## The problem
Reproduce the records below exactly, but only between the lines holding "got = fn(pd.Series(cells, dtype=dtype))" and "clean = [c for", inclusive.

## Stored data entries

........

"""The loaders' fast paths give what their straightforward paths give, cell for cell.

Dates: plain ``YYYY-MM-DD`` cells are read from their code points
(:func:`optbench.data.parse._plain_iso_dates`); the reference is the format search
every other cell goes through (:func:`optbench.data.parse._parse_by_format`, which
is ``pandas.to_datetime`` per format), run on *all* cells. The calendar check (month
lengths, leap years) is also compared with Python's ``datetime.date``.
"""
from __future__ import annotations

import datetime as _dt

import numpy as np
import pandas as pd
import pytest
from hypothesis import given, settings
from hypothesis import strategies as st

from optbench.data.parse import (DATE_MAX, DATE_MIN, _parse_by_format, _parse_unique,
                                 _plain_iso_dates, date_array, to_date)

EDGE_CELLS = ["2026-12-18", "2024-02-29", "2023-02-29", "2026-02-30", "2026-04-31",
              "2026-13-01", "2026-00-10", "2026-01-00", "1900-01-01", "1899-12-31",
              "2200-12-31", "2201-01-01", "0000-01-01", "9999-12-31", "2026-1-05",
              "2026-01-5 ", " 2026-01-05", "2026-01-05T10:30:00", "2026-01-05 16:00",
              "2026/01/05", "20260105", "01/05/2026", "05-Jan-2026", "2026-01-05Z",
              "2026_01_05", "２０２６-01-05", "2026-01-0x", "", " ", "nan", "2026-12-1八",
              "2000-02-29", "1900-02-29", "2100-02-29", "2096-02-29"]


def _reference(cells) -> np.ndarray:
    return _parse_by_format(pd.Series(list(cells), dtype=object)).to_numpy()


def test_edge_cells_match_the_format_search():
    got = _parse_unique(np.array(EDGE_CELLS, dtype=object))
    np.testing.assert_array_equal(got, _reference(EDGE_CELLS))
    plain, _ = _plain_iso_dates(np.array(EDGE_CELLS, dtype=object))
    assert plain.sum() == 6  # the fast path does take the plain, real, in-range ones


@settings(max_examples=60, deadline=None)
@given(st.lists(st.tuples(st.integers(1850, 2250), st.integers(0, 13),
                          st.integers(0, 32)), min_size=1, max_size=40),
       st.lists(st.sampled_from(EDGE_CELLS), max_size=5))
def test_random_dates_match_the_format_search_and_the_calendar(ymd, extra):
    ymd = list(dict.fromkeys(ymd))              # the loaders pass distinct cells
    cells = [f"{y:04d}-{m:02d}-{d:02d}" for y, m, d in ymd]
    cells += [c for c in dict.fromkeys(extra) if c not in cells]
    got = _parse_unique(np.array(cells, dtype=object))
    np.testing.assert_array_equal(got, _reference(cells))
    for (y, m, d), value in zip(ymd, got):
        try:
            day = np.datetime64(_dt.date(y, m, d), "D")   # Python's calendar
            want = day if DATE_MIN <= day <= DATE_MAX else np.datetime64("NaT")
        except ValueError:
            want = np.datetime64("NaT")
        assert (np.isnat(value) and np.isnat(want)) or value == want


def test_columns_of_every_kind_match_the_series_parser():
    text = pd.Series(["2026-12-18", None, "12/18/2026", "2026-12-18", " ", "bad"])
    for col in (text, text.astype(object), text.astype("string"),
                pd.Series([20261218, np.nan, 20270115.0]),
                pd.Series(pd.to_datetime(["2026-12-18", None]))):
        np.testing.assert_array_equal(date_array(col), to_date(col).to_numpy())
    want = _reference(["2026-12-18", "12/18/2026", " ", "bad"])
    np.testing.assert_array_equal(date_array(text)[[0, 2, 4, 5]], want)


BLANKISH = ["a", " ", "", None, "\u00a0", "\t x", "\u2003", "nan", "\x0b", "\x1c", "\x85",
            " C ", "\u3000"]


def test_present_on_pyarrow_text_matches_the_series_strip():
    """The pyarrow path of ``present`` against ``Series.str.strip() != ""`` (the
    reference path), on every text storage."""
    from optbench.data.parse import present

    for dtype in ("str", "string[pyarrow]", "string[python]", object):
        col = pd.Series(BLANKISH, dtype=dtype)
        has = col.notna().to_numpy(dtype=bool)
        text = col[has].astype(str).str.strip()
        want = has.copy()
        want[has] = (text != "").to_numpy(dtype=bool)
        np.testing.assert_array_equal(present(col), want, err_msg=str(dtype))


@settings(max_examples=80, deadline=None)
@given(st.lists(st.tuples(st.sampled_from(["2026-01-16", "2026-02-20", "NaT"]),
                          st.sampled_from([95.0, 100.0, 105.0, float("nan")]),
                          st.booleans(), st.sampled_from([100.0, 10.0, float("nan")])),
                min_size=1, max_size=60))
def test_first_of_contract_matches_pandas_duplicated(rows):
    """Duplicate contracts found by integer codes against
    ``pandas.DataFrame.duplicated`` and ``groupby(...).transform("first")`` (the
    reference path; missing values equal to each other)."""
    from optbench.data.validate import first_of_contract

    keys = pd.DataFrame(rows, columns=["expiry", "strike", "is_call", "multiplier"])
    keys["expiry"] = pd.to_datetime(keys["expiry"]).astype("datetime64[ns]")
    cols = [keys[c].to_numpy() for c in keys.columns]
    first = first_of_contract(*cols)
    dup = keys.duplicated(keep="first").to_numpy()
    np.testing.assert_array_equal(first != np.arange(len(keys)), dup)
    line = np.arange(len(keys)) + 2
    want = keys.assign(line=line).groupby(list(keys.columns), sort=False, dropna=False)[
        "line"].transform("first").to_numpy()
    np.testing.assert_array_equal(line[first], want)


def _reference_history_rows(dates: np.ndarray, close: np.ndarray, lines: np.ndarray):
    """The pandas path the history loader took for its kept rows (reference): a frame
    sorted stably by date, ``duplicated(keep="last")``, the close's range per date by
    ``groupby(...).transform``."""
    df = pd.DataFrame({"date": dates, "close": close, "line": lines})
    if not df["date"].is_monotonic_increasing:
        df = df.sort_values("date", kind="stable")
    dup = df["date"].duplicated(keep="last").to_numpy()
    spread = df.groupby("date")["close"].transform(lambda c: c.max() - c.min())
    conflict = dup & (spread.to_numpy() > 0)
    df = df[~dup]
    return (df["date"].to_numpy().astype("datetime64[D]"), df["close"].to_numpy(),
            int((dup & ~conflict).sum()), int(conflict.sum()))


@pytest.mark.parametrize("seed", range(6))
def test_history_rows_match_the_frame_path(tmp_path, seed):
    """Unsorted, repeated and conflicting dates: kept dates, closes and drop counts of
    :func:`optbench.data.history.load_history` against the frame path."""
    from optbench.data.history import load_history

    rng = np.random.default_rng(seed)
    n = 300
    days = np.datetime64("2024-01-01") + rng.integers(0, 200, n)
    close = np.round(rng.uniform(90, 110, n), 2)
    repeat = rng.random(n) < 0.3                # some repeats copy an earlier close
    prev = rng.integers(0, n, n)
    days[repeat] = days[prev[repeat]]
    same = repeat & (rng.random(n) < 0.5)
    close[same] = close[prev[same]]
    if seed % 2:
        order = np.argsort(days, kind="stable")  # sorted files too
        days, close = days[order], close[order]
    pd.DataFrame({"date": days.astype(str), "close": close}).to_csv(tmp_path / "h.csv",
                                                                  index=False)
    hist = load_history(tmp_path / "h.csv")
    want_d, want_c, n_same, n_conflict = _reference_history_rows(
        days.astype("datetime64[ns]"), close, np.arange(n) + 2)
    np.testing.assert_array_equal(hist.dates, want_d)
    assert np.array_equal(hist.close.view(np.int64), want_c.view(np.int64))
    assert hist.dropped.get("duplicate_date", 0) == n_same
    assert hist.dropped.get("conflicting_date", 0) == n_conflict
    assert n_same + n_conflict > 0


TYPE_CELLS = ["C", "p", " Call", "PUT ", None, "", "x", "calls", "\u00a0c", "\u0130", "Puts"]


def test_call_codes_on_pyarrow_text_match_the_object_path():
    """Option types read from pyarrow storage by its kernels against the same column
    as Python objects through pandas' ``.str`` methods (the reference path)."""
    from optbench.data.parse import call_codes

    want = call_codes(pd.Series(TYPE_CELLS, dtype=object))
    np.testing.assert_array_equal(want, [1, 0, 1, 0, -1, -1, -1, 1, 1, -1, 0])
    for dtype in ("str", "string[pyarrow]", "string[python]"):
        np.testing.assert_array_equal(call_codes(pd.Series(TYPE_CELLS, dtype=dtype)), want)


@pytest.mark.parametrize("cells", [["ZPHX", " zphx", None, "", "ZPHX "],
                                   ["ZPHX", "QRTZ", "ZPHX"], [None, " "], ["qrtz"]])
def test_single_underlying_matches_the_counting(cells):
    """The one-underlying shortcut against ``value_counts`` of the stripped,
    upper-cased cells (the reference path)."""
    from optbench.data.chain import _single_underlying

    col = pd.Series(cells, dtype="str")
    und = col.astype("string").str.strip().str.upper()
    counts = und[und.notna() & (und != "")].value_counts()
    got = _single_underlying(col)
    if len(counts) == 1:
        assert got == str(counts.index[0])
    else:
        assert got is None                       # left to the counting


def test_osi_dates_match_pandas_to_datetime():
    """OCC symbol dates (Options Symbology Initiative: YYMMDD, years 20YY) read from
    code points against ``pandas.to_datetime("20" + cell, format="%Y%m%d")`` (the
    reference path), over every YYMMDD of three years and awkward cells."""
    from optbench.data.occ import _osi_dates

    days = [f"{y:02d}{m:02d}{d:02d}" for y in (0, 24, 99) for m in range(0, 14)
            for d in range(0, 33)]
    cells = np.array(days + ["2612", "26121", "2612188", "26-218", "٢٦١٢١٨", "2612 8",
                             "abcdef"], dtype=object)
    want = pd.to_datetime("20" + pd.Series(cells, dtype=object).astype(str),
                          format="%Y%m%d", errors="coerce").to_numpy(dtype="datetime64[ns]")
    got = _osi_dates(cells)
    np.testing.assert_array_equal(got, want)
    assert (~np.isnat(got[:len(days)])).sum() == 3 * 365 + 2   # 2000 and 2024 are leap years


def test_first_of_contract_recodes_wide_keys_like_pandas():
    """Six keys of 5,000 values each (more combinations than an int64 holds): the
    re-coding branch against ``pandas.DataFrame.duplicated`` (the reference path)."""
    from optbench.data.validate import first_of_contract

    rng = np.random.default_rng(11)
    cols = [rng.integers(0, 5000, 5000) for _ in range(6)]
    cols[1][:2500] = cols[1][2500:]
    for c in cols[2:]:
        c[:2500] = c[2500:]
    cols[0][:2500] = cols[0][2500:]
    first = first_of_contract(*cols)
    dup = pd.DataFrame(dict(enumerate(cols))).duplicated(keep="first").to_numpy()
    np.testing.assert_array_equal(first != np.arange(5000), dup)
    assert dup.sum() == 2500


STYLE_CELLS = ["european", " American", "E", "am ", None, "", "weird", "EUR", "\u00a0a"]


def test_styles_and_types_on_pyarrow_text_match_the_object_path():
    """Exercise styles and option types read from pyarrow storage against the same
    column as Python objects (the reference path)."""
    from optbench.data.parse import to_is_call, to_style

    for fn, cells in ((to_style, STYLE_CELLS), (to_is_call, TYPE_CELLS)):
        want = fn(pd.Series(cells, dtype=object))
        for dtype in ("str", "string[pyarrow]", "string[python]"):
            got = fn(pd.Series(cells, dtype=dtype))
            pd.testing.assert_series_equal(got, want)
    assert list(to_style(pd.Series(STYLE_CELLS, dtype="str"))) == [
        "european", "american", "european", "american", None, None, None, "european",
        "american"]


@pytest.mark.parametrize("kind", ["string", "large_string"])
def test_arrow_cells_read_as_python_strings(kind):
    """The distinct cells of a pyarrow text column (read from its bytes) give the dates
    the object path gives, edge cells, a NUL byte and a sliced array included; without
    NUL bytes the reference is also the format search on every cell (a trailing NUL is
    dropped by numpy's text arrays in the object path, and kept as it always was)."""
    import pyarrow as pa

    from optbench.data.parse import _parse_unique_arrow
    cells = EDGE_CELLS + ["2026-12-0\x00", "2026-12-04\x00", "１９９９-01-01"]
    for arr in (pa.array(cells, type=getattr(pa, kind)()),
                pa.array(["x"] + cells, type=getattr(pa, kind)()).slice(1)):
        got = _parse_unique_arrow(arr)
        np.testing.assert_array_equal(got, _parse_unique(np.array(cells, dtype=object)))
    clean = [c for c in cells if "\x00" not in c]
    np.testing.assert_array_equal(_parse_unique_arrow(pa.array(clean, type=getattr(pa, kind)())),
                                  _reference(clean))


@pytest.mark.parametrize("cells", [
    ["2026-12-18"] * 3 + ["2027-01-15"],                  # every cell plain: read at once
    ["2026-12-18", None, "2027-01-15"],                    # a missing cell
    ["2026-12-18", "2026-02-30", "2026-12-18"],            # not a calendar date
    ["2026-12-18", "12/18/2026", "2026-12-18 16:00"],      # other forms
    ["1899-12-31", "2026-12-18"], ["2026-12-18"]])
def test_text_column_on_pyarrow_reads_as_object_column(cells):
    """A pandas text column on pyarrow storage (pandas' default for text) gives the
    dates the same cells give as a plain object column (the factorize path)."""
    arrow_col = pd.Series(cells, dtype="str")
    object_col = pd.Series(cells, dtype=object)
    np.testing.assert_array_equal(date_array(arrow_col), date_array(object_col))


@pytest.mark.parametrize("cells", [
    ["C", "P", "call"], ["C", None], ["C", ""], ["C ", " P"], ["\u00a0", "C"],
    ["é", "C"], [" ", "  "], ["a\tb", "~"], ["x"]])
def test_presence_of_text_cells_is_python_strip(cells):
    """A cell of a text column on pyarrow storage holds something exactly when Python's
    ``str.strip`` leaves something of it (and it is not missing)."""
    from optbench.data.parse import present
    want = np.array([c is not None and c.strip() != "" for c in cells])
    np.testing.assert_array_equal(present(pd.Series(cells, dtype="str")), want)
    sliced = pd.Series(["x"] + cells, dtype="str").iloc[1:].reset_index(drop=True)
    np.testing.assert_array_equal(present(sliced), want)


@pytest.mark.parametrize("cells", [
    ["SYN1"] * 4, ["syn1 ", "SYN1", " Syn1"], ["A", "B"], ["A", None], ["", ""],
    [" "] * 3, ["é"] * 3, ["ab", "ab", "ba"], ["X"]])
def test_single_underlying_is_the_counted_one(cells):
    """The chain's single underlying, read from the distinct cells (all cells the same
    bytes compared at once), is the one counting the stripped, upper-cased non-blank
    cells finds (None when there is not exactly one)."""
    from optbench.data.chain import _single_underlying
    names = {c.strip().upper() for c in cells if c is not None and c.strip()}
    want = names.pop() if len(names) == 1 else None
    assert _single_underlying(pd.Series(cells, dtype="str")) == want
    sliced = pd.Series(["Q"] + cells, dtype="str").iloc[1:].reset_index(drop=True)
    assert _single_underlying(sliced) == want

........

## Output for this task
            got = fn(pd.Series(cells, dtype=dtype))
            pd.testing.assert_series_equal(got, want)
    assert list(to_style(pd.Series(STYLE_CELLS, dtype="str"))) == [
        "european", "american", "european", "american", None, None, None, "european",
        "american"]


@pytest.mark.parametrize("kind", ["string", "large_string"])
def test_arrow_cells_read_as_python_strings(kind):
    """The distinct cells of a pyarrow text column (read from its bytes) give the dates
    the object path gives, edge cells, a NUL byte and a sliced array included; without
    NUL bytes the reference is also the format search on every cell (a trailing NUL is
    dropped by numpy's text arrays in the object path, and kept as it always was)."""
    import pyarrow as pa

    from optbench.data.parse import _parse_unique_arrow
    cells = EDGE_CELLS + ["2026-12-0\x00", "2026-12-04\x00", "１９９９-01-01"]
    for arr in (pa.array(cells, type=getattr(pa, kind)()),
                pa.array(["x"] + cells, type=getattr(pa, kind)()).slice(1)):
        got = _parse_unique_arrow(arr)
        np.testing.assert_array_equal(got, _parse_unique(np.array(cells, dtype=object)))
    clean = [c for c in cells if "\x00" not in c]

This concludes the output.